As I reached the halfway point of my Outreachy internship, I wanted to share what I’ve been working on for the AArch64 back-end in LLVM. My first task involved optimizing two large shifts and a vector combine, which could be narrowed down into a single combine and vector shift.

## The Problem

We start with the following unoptimized code, where two right shifts by 20 bits (`ushr`

) are applied to two vectors, followed by a combine instruction (`uzp1`

) that interleaves the least significant half of the bits from each vector into a new vector.

```
/*
ushr v0.4s, v0.4s, #20
ushr v1.4s, v1.4s, #20
uzp1 v0.8h, v0.8h, v1.8h
*/
uint16x8_t unoptimized(uint32x4_t a, uint32x4_t b) {
a = vshrq_n_u32(a, 20);
b = vshrq_n_u32(b, 20);
return vcombine_u16(vmovn_u32(a), vmovn_u32(b));
}
```

In this example, because the shift is greater than the output scalar bit size (20 > 16), we can skip shifting both vectors and instead directly take the most significant 16 bits, placing them into a new vector.

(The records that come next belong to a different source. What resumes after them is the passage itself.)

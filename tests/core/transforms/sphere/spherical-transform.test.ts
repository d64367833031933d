import { readFileSync } from "node:fs";
import { describe, expect, test } from "vitest";
import { gaussianRows } from "../../../../core/transforms/sphere/gaussian.ts";
import { epsilon, pairCount, place } from "../../../../core/transforms/sphere/legendre.ts";
import { SphericalTransform } from "../../../../core/transforms/sphere/spherical-transform.ts";

interface Mode {
  readonly rows: number;
  readonly columns: number;
  readonly n: number;
  readonly m: number;
  /** Row from the south, column, real and imaginary part of Y. */
  readonly values: readonly (readonly [number, number, number, number])[];
}
// Written by reference/make_modes.py: scipy.special.sph_harm_y.
const MODES = JSON.parse(readFileSync(new URL("reference/modes.json", import.meta.url), "utf8")) as Mode[];
// Written by tests/core/grid/reference/make_gauss.py: numpy.polynomial.legendre.leggauss.
const GAUSS = JSON.parse(readFileSync(new URL("../../grid/reference/gauss.json", import.meta.url), "utf8")) as Record<
  string,
  { latitudes: number[]; weights: number[] }
>;

/** Pseudo-random numbers in [−1, 1): any numbers will do, but the same ones each time. */
function numbers(count: number): Float64Array {
  let state = 12_345;
  return Float64Array.from({ length: count }, () => {
    state = (Math.imul(state, 1_103_515_245) + 12_345) >>> 0;
    return state / 2 ** 31 - 1;
  });
}

/** Coefficients of a real field: those of m = 0 are real. */
function realCoefficients(T: number): Float64Array {
  const c = numbers(2 * pairCount(T));
  for (let n = 0; n <= T; n++) c[2 * place(0, n, T) + 1] = 0;
  return c;
}

test.each(MODES)("Y of n = $n, m = $m on $rows rows is scipy's", ({ rows, columns, n, m, values }) => {
  const T = Math.min(rows - 1, Math.floor((columns - 1) / 2));
  const transform = new SphericalTransform(T, rows, columns);
  // The recurrence in n multiplies and adds n times; values are up to √(2n + 1): n · 8 · 2⁻⁵³ · √(2n + 1), and scipy's own as much.
  const limit = (n + 4) * 32 * 2 ** -53 * Math.sqrt(2 * n + 1);
  for (const part of [0, 1] as const) {
    if (m === 0 && part === 1) continue;
    const c = new Float64Array(2 * pairCount(T));
    c[2 * place(m, n, T) + part] = 1;
    const field = transform.synthesis(c);
    // ±m both counted: a coefficient c gives 2 Re(c Y) for m > 0.
    const times = m === 0 ? 1 : 2;
    for (const [j, i, re, im] of values) {
      const want = times * (part === 0 ? re : -im);
      const got = field[j * columns + i] as number;
      expect(Math.abs(got - want), `row ${j}, column ${i}: ${got}, should be ${want}`).toBeLessThanOrEqual(2 * limit);
    }
  }
});

describe("there and back", () => {
  test.each([
    [21, 22, 43],
    [21, 32, 64],
    [42, 43, 90],
    [42, 64, 128],
    [106, 160, 320],
  ])("T%d on %d Gaussian rows and %d columns: 1e-12 (methods' bound for the exact range)", (T, rows, columns) => {
    const transform = new SphericalTransform(T, rows, columns);
    const c = realCoefficients(T);
    const back = transform.analysis(transform.synthesis(c));
    let worst = 0;
    c.forEach((value, i) => {
      worst = Math.max(worst, Math.abs(value - (back[i] as number)));
    });
    // Fields of that many coefficients of size 1 reach some hundreds: relative to the largest value.
    const most = transform.synthesis(c).reduce((a, b) => Math.max(a, Math.abs(b)), 0);
    expect(worst / most).toBeLessThan(1e-12);
  });

  test("Parseval: the mean of a field's square is the sum of its coefficients' squares, ±m both counted", () => {
    const transform = new SphericalTransform(21, 32, 64);
    const c = realCoefficients(21);
    const field = transform.synthesis(c);
    let mean = 0;
    for (let j = 0; j < 32; j++)
      for (let i = 0; i < 64; i++)
        mean += ((transform.weights[j] as number) / 2 / 64) * (field[j * 64 + i] as number) ** 2;
    let sum = 0;
    for (let m = 0, i = 0; m <= 21; m++)
      for (let n = m; n <= 21; n++, i++)
        sum += (m === 0 ? 1 : 2) * ((c[2 * i] as number) ** 2 + (c[2 * i + 1] as number) ** 2);
    expect(Math.abs(mean / sum - 1)).toBeLessThan(2048 * 8 * 2 ** -53); // 2048 products and sums
  });
});

test("Gaussian rows and weights are numpy's", () => {
  for (const [rows, { latitudes, weights }] of Object.entries(GAUSS)) {
    const own = gaussianRows(Number(rows));
    latitudes.forEach((latitude, j) => {
      expect(Math.abs((own.sines[j] as number) - Math.sin((latitude * Math.PI) / 180))).toBeLessThan(8 * 2 ** -53);
      // A weight is 2(1 − x²)/(n P)²; next to the pole 1 − x² is some 2.6/n², so that the rounding of x counts n² times. numpy's own
      // are tested to degree 100 only (its documentation), so finer grids are held to the integrals below.
      if (Number(rows) <= 128)
        expect(Math.abs((own.weights[j] as number) / (weights[j] as number) - 1)).toBeLessThan(
          Number(rows) ** 2 * 16 * 2 ** -53,
        );
    });
    // 2, the length of −1 … 1
    expect(Math.abs(own.weights.reduce((a, b) => a + b, 0) - 2)).toBeLessThan(Number(rows) * 16 * 2 ** -53);
    // ∫x²ᵏ dx over −1 … 1 is 2/(2k + 1), exact for 2k < 2 · rows
    for (const k of [1, 2, 3]) {
      const sum = own.weights.reduce((total, w, j) => total + w * (own.sines[j] as number) ** (2 * k), 0);
      expect(Math.abs(sum - 2 / (2 * k + 1))).toBeLessThan(Number(rows) * 16 * 2 ** -53);
    }
  }
});

test("places and ε are the definition's", () => {
  const seen = new Set<number>();
  for (let m = 0; m <= 42; m++) for (let n = m; n <= 42; n++) seen.add(place(m, n, 42));
  expect(seen.size).toBe(pairCount(42));
  expect(Math.max(...seen)).toBe(pairCount(42) - 1);
  expect(epsilon(0, 1)).toBe(Math.sqrt(1 / 3));
  expect(epsilon(3, 3)).toBe(0);
});

test("a grid on which analysis is not exact is refused, with what it would take", () => {
  expect(() => new SphericalTransform(42, 42, 128)).toThrow(
    "Truncation T42 needs 43 Gaussian rows and 85 columns at least; this grid has 42 and 128",
  );
  expect(() => new SphericalTransform(42, 64, 84)).toThrow("Truncate lower");
});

Since the original vectors are already at the 128-bit register limit, we first need to narrow them down to 16-bit pieces. This allows us to combine them into a 16×8 vector.

In the optimized version, we take the narrow down 32 bit scalars taking the most significant 16 bits directly (`uzp2`

) and then shift right by 4 on the combined vector (`ushr`

).

```
/*
uzp2 v0.8h, v0.8h, v1.8h
ushr v0.8h, v0.8h, #4
*/
uint16x8_t optimized(uint32x4_t a, uint32x4_t b) {
uint16x4_t a_u16 = vshrn_n_u32(a, 16);
uint16x4_t b_u16 = vshrn_n_u32(b, 16);
uint16x8_t r = vcombine_u16(a_u16, b_u16);
return vshrq_n_u16(r, 4);
}
```

In this version, we cut down on a shift instruction, resulting in a small speedup.

# TableGen approach

At first, I thought I could handle this optimization with a few lines of LLVM TableGen code, a domain-specific language used in LLVM to define instructions, patterns, and optimizations. I believed it would be straightforward, but I soon found myself struggling for nearly a month, even with guidance from my mentor.

### Challenges with TableGen

The main issue I struggled with was a fundamental misunderstanding how `concat_vectors`

worked in TableGen. I initially thought `concat_vectos`

was just a simple operation gluing nodes together for the purpose of the pattern, but in reality it was actually just joining multiple smaller vectors together into a single vector.

This realization happened while I was working on the C++ custom lowering version of the fix when it was easier to finish with the custom lowering than go back to TableGen.

I was stuck attempting to optimize with TableGen for around a month, so the logical conclusion was that it might not be the right tool for this particular optimization, so I shifted my focus to implementing the optimization directly in C++ with a custom lowering.

## Shifting to C++

Since I switched to C++, things started to make more sense. The optimization code essentially checks if the operands of a concat_vector are both right shifts (ushr). If the shift amounts are equal and greater than the scalar size in bits of the concat_vector, it replaces the concat_vector with a uzp2 followed by a shift.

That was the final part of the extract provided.